Neural chaos during the computer experiment on the two situations where there is no detected signal within the sensing cone and there is a signal when contact is made with obstacles in the moving directions of an arm produces complex motions that are not random but reflect dynamic and transient combinations of embedded attractors, and it enables the robot arm to determine the target direction and the motions necessary to avoid obstacles, both more effectively than at least random motion, as indicated in Figs. 11, 14, and 16. These three figures also indicate that there is a certain optimum connectivity resulting in the greatest success rate of trials, which means that the usefulness of chaos depends on the dynamic localization structures of chaotic orbits in the high-dimensional state space of network activity. This feature was commonly observed in our previous functional experiments of neural chaos, in memory search (Nara and Davis 1992; Nara et al. 1993, 1995), image synthesis (Nara and Davis 1997), movement control (Suemitsu and Nara 2004; Li et al. 2008), and simultaneous multichannel signal transfers via a nonlinear medium (Soma et al. 2015). Therefore, clarifying what dynamic structures are best suited for indicating enhanced performance awaits future investigations.

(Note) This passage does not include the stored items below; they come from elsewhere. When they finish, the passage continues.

/**
 * The bottleneck-ratio surrogate of docs/engine.md section 7, identity 7, for undirected rooms:
 *   Phi(S) = Q(S, S^c) / pi(S) = w(S, S^c) / vol(S)
 * with pi the stationary distribution (pi_i = d_i / vol) and Q(x, y) = pi_x P_xy (Levin, Peres
 * & Wilmer, Markov Chains and Mixing Times, 2nd ed., 2017, section 7.2), and the stationary
 * bound for reversible chains E_pi tau_A >= pi(A^c)^2 / Q(A, A^c) (Aldous & Fill, Reversible
 * Markov Chains and Random Walks on Graphs, chapter 3). Degrees and cut sizes only: O(sum of
 * degrees of S).
 */
import type { Csr } from './graph';

export interface CutData {
  /** Strength of ties leaving S, w(S, S^c). */
  readonly cut: number;
  /** vol(S) = sum of strengths of the people in S. */
  readonly volume: number;
  /** vol of the whole room. */
  readonly total: number;
}

export function cutOf(csr: Csr, set: readonly number[]): CutData {
  const inS = new Uint8Array(csr.n);
  for (const p of set) inS[p] = 1;
  let cut = 0;
  let volume = 0;
  for (const p of new Set(set)) {
    volume += csr.outStrength[p];
    for (let e = csr.rowStart[p]; e < csr.rowStart[p + 1]; e++) if (!inS[csr.col[e]]) cut += csr.weight[e];
  }
  let total = 0;
  for (let i = 0; i < csr.n; i++) total += csr.outStrength[i];
  return { cut, volume, total };
}

/** Phi(S) = w(S, S^c) / vol(S). */
export function bottleneckRatio(csr: Csr, set: readonly number[]): number {
  const c = cutOf(csr, set);
  return c.cut / c.volume;
}

/**
 * Lower bound on E_pi tau_A: pi(A^c)^2 / Q(A, A^c) with Q(A, A^c) = w(A, A^c) / vol; Infinity
 * when no tie leaves A (the rest cannot hear). The screen minimises it.
 */
export function stationaryBound(c: CutData): number {
  const rest = (c.total - c.volume) / c.total;
  return c.cut > 0 ? (rest * rest * c.total) / c.cut : Infinity;
}
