/**
 * Reads a room file for the command line: format from the extension, regular files only, size
 * capped, strict UTF-8; CSV is read in chunks and reading stops at the first error, which is
 * reported as one line.
 */
import type { RoomGraph } from '../graph';
import { formatOf, parseNodeLink, parseGraphml, parseRoomCsv, refusalLine, type Issue } from '../io/index';
import { CliError, integerFlag, type Flags } from './args';
import { MAX_FILE_BYTES, readTextFile, shownPath, textChunks } from './read-file';

export interface LoadedRoom {
  readonly graph: RoomGraph;
  readonly warnings: Issue[];
  readonly file: string;
}

export function loadRoom(flags: Flags): LoadedRoom {
  const file = flags.get('graph')!;
  const format = formatOf(file);
  if (!format) throw new CliError(`--graph ${shownPath(file)}: unknown file type; use a .json, .csv or .graphml file`);
  const people = flags.get('people');
  if (people !== undefined && format !== 'csv') throw new CliError('--people goes with a .csv ties file only');
  if (flags.has('directed') && format !== 'csv')
    throw new CliError('--directed goes with a .csv ties file only (JSON and GraphML say it in the file)');
  // The command line reads local files: limits are generous (the server keeps the parsers' defaults).
  const maxPeople = integerFlag(flags, 'max-people', 1, 100_000_000) ?? 1_000_000;
  const options = { directed: flags.has('directed'), maxPeople, maxTies: 50_000_000, maxChars: MAX_FILE_BYTES, maxErrors: 1 };
  const result =
    format === 'csv'
      ? parseRoomCsv(textChunks(file, 'ties'), people === undefined ? undefined : textChunks(people, 'people'), options)
      : format === 'json'
        ? parseNodeLink(readTextFile(file, 'json'), options)
        : parseGraphml(readTextFile(file, 'graphml'), options);
  if (result.errors.length > 0) throw new CliError(`${shownPath(file)}: ${refusalLine(result.errors)}`);
  return { graph: result.graph, warnings: result.warnings, file };
}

5 Summary and concluding remarks

We have shown and demonstrated that adaptive switching between a chaotic regime and a limit-cycle attractor regime depending on external situations indicates that chaos in systems with large but finite degrees of freedom are useful not only for solving ill-posed problems but also for practical realization of our idea. Complex functions can be carried out by simple rules using chaotic dynamics, as shown in our previous papers (Nara and Davis 1992; Nara et al. 1995; Kuroiwa et al. 1999; Nara 2003; Li et al. 2008; Yoshinaka et al. 2012). One of the authors (S.N.) has put forth a hypothesis that chaos could play an important role in biological functions; however, the evidence for this has not yet been established by mathematical treatment but only by means of computer experiments, case by case in practical situations. The present work is an example of piling up of experimental results. Let us summarize the paper’s results as follows:

  1. (1)

    A novel model of an robot arm is proposed that is driven by either chaos introduced into a recurrent neural network model by pruning synaptic connectivity or oscillatory patterns (limit-cycle attractors) embedded in fully connected synaptic connections obtained by the application of a pseudo-inverse learning rule (orthogonalized learning rule) using conventional methods.

  2. (2)

    A few tasks carried out in ill-posed settings are given to the robot arm. An example is reaching for a target object, where the object’s position is unknown to the robot and there are obstacles that the robot has no preknowledge of. The robot arm has sensors that enable it to determine the existing direction of the target, but there is including considerable uncertainty.

  3. (3)

    Computer experiments show that adaptive switching between an attractor regime and chaos regime produces successful trials within a plausible execution time, which are shown in computer experiments using a 400 binary network node model, where the limit-cycle attractor regime is in a fully connected state and the chaos regime is in a reduced connected state (a small number of input connections per node = fan-in number reduction).

  4. (4)

    This system is extended to a case of two independent robot arms, in which the two robots compete with each other to take only one target object. This type of functional experiment was inspired by biological behaviors in which two animals compete for something, especially food. However, only a few preliminary results are shown, and detailed experiments and data analysis are left for future studies.

  5. (5)

    A trial on a hardware implementation of our proposals are given in the appendix A1 and A2. Though it is also at the preliminary stage because of technological difficulties, it suggests that a practical engineering application of chaos is possible.